This confirmed that 100% of differences were exactly ±1 per channel — floating-point rounding differences, not rendering bugs.

ARM64

AMD64

Difference

Interestingly, light mode happens to round identically on both architectures, while dark mode creates higher contrast at edges and exposes the floating-point precision differences.

The Fixes

There are a few ways to handle this:

1. Simplify your test HTML

If your test doesn't need complex elements, remove them.
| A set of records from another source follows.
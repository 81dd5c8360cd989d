import fc from 'fast-check';
import { describe, expect, it } from 'vitest';
import {
  addDose,
  aerateToEquilibrium,
  amountToReach,
  analysisOf,
  chlorineSpecies,
  type Dose,
  langelierIndex,
  ledgerOf,
  PERMITTED,
  saturationIndex,
  storedHypochloriteStrength,
  SUBSTANCES,
  type Substance,
  type Target,
  UnreachableTargetError,
  useUpChlorine,
  type WaterAnalysis,
  WaterRangeError,
} from '@/lib/chemistry';
import { doseOf, permittedWater, within } from './any-water';

const good: WaterAnalysis = {
  freeChlorine: 3,
  combinedChlorine: 0.2,
  pH: 7.5,
  totalAlkalinity: 80,
  calciumHardness: 220,
  cyanuricAcid: 50,
  temperature: 29,
  dissolvedSolids: 1000,
  borate: 5,
};
const acid: Dose = { substance: 'hydrochloric-acid', amount: 100 };
const fields = Object.keys(PERMITTED) as (keyof WaterAnalysis)[];

const asksForWater: Record<string, (water: WaterAnalysis) => unknown> = {
  chlorineSpecies: (water) => chlorineSpecies(water),
  saturationIndex: (water) => saturationIndex(water),
  langelierIndex: (water) => langelierIndex(water),
  ledgerOf: (water) => ledgerOf(water),
  addDose: (water) => addDose(water, 50, acid),
  useUpChlorine: (water) => useUpChlorine(water, 0),
  aerateToEquilibrium: (water) => aerateToEquilibrium(water),
  amountToReach: (water) =>
    amountToReach(water, 50, { substance: 'hydrochloric-acid' }, { quantity: 'pH', value: 7.2 }),
};

function refusal(run: () => unknown): unknown {
  try {
    return run();
  } catch (error) {
    return error;
  }
}

describe.each(Object.keys(asksForWater))('%s', (name) => {
  const ask = asksForWater[name]!;

  it.each(fields)('names %s, its value and its range when it is outside', (field) => {
    const [low, high] = name === 'chlorineSpecies' && field === 'pH' ? [0, 14] : PERMITTED[field];
    for (const value of [low - 0.01, high + 0.01, NaN, Infinity, -Infinity]) {
      const error = refusal(() => ask({ ...good, [field]: value }));
      expect(error, String(value)).toBeInstanceOf(WaterRangeError);
      expect(error).toMatchObject({ field, value, low, high });
    }
  });

  it('gives a finite answer or a WaterRangeError over the whole permitted range', () => {
    fc.assert(
      fc.property(permittedWater, (water) => {
        const answer = refusal(() => ask(water));
        if (answer instanceof WaterRangeError || answer instanceof UnreachableTargetError) return;
        expect(answer).not.toBeInstanceOf(Error);
        const values = typeof answer === 'number' ? [answer] : Object.values(answer as Record<string, number>);
        for (const value of values) expect(Number.isFinite(value)).toBe(true);
      }),
      { numRuns: name === 'amountToReach' ? 300 : 2000 },
    );
  });
});

describe('the edges', () => {
  it('chlorine by form from pH 0 to 14, no stabilizer to 500, no chlorine to 200', () => {
    fc.assert(
      fc.property(permittedWater, within([0, 14]), (water, pH) => {
        const species = chlorineSpecies({ ...water, pH });
        const { hypochlorousAcid, hypochlorite, cyanurateBound } = species;
        for (const value of Object.values(species)) expect(value).toBeGreaterThanOrEqual(0);
        const sum = hypochlorousAcid + hypochlorite + cyanurateBound;
        expect(Math.abs(sum - water.freeChlorine)).toBeLessThanOrEqual(1e-9 * (1 + water.freeChlorine));
        if (water.cyanuricAcid === 0) expect(cyanurateBound).toBeLessThanOrEqual(1e-12 * (1 + water.freeChlorine));
      }),
      { numRuns: 5000 },
    );
  });

  it('alkalinity too small for its pH names the alkalinity and what it would need', () => {
    const error = refusal(() => ledgerOf({ ...good, totalAlkalinity: 10 }));
    expect(error).toBeInstanceOf(WaterRangeError);
    const { field, low } = error as WaterRangeError;
    expect(field).toBe('totalAlkalinity');
    expect(() => ledgerOf({ ...good, totalAlkalinity: low + 0.001 })).not.toThrow();
    expect(() => saturationIndex({ ...good, totalAlkalinity: 10 })).toThrow(WaterRangeError);
    expect(chlorineSpecies({ ...good, totalAlkalinity: 10 }).hypochlorousAcid).toBeGreaterThan(0);
  });

  it('water without calcium or alkalinity has a finite index, far below any real one', () => {
    expect(saturationIndex({ ...good, calciumHardness: 0 })).toBe(-20);
    expect(langelierIndex({ ...good, calciumHardness: 0 })).toBe(-20);
    expect(langelierIndex({ ...good, totalAlkalinity: 0, dissolvedSolids: 0 })).toBe(-20);
  });

  it('a wild dose leaves a finite water or is refused', () => {
    const wild = fc.tuple(doseOf(), within([1, 1e6])).map(([dose, times]) => ({
      ...dose,
      amount: dose.amount * times,
    }));
    fc.assert(
      fc.property(permittedWater, wild, (water, dose) => {
        const answer = refusal(() => addDose(water, 1, dose));
        if (answer instanceof WaterRangeError) return;
        for (const value of Object.values(answer as WaterAnalysis)) expect(Number.isFinite(value)).toBe(true);
      }),
      { numRuns: 2000 },
    );
  });

  it('a ledger that no water can have is refused', () => {
    const ledger = ledgerOf(good);
    for (const field of Object.keys(ledger) as (keyof typeof ledger)[]) {
      expect(() => analysisOf({ ...ledger, [field]: NaN }), field).toThrow(WaterRangeError);
    }
    expect(() => analysisOf({ ...ledger, inorganicCarbon: -1e-3 })).toThrow(WaterRangeError);
    expect(() => analysisOf({ ...ledger, alkalinity: -5 })).toThrow(WaterRangeError);
  });
});

describe('doses', () => {
  it.each([-1, NaN, Infinity])('amount %s is refused', (amount) => {
    expect(refusal(() => addDose(good, 50, { ...acid, amount }))).toMatchObject({ field: 'amount', value: amount });
  });

  it.each([0, -5, NaN, Infinity])('volume %s is refused', (volume) => {
    expect(refusal(() => addDose(good, volume, acid))).toMatchObject({ field: 'volume' });
    const target: Target = { quantity: 'pH', value: 7.2 };
    expect(refusal(() => amountToReach(good, volume, acid, target))).toMatchObject({ field: 'volume' });
  });

  it.each(Object.keys(SUBSTANCES) as Substance[])('%s: strength up to pure, above 0', (substance) => {
    const { pureStrength, defaultStrength } = SUBSTANCES[substance];
    for (const strength of [0, -1, pureStrength + 0.01, NaN, Infinity]) {
      expect(refusal(() => addDose(good, 50, { substance, amount: 1, strength }))).toMatchObject({ field: 'strength' });
    }
    expect(addDose(good, 50, { substance, amount: 1 })).toEqual(
      addDose(good, 50, { substance, amount: 1, strength: defaultStrength }),
    );
    expect(() => addDose(good, 50, { substance, amount: 1, strength: pureStrength })).not.toThrow();
  });

  it('alkali only where a product has some', () => {
    expect(refusal(() => addDose(good, 50, { substance: 'trichlor', amount: 1, alkali: 1 }))).toMatchObject({
      field: 'alkali',
      high: 0,
    });
    expect(refusal(() => addDose(good, 50, { substance: 'sodium-hypochlorite', amount: 1, alkali: -1 }))).toMatchObject(
      {
        field: 'alkali',
      },
    );
  });

  it('a dose of nothing changes nothing', () => {
    const after = addDose(good, 50, { ...acid, amount: 0 });
    for (const field of fields) expect(after[field]).toBeCloseTo(good[field]!, 8);
  });

  it('no more chlorine is used up than there is', () => {
    expect(refusal(() => useUpChlorine(good, 3.1))).toMatchObject({ field: 'amount', value: 3.1, high: 3 });
    expect(refusal(() => useUpChlorine(good, -0.1))).toMatchObject({ field: 'amount' });
    expect(refusal(() => useUpChlorine(good, NaN))).toMatchObject({ field: 'amount' });
    expect(useUpChlorine(good, 3).freeChlorine).toBe(0);
  });
});

describe('targets', () => {
  const reach = (substance: Substance, quantity: Target['quantity'], value: number) => () =>
    amountToReach(good, 50, { substance }, { quantity, value });

  it('already there is 0', () => {
    expect(reach('hydrochloric-acid', 'pH', 7.5)()).toBe(0);
    expect(reach('trichlor', 'cyanuricAcid', 50)()).toBe(0);
    expect(reach('cyanuric-acid', 'freeChlorine', 3)()).toBe(0);
  });

  it.each<[Substance, Target['quantity'], number]>([
    ['hydrochloric-acid', 'pH', 7.8],
    ['sodium-carbonate', 'pH', 7.2],
    // Bicarbonate pushes towards about pH 8.2 and no further.
    ['sodium-bicarbonate', 'pH', 9.5],
    ['hydrochloric-acid', 'totalAlkalinity', 100],
    ['calcium-chloride', 'calciumHardness', 200],
    ['calcium-chloride', 'cyanuricAcid', 60],
    ['trichlor', 'freeChlorine', 2],
    ['sodium-thiosulfate', 'freeChlorine', 4],
    // Only as much acid as there is chlorine to remove.
    ['sodium-thiosulfate', 'totalAlkalinity', 70],
  ])('%s cannot bring %s to %d', (substance, quantity, value) => {
    expect(reach(substance, quantity, value)).toThrow(UnreachableTargetError);
  });

  it.each([4.9, 10.6, NaN])('pH %s is no target', (value) => {
    expect(refusal(reach('hydrochloric-acid', 'pH', value))).toMatchObject({ field: 'pH', low: 5, high: 10.5 });
  });

  it('thiosulfate takes all chlorine out with its last gram', () => {
    const amount = reach('sodium-thiosulfate', 'freeChlorine', 0)();
    expect(amount).toBeCloseTo(1.9 * 3 * 50, 9);
  });
});

describe('stored liquid', () => {
  it.each([
    ['strength', { strength: 0, temperature: 25, days: 10 }],
    ['strength', { strength: 96, temperature: 25, days: 10 }],
    ['temperature', { strength: 12.5, temperature: 61, days: 10 }],
    ['days', { strength: 12.5, temperature: 25, days: -1 }],
    ['days', { strength: 12.5, temperature: 25, days: NaN }],
  ])('refuses a wrong %s', (field, stored) => {
    expect(refusal(() => storedHypochloriteStrength(stored))).toMatchObject({ field });
  });

  it('only ever weakens, faster when strong or warm', () => {
    fc.assert(
      fc.property(within([1, 20]), within([-2, 55]), within([1, 700]), (strength, temperature, days) => {
        const left = (change: object) => storedHypochloriteStrength({ strength, temperature, days, ...change });
        expect(left({})).toBeLessThan(strength);
        expect(left({})).toBeGreaterThan(0);
        expect(left({ temperature: temperature + 5 })).toBeLessThan(left({}));
        expect(left({ days: days + 1 })).toBeLessThan(left({}));
        expect(left({ strength: strength + 1 }) / (strength + 1)).toBeLessThan(left({}) / strength);
        expect(left({ days: 0 })).toBe(strength);
      }),
    );
  });
});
I stripped out emojis, heavy text, and multiple fonts since the test was only validating theme modes anyway.

2. Use fuzzy comparison

If you need to test complex rendering, accept small pixel differences instead of demanding a byte-perfect match:

php

$result = $expected->compareImages($actual, Imagick::METRIC_MEANSQUAREERROR);
$this->assertLessThan(0.0025, $result[1]); // threshold for visual equivalence

This tolerates the ±1 RGB differences while still catching real rendering regressions.

Takeaways

Pixel-perfect screenshot testing across architectures can fail due to floating-point and rendering differences.
If you hit this, either use fuzzy comparison or test on the same architecture as your CI.
The ±1 RGB difference isn't a bug in your code — it's how different CPUs and graphics pipelines handle rendering.

Cross-platform visual testing needs tolerance, not perfection.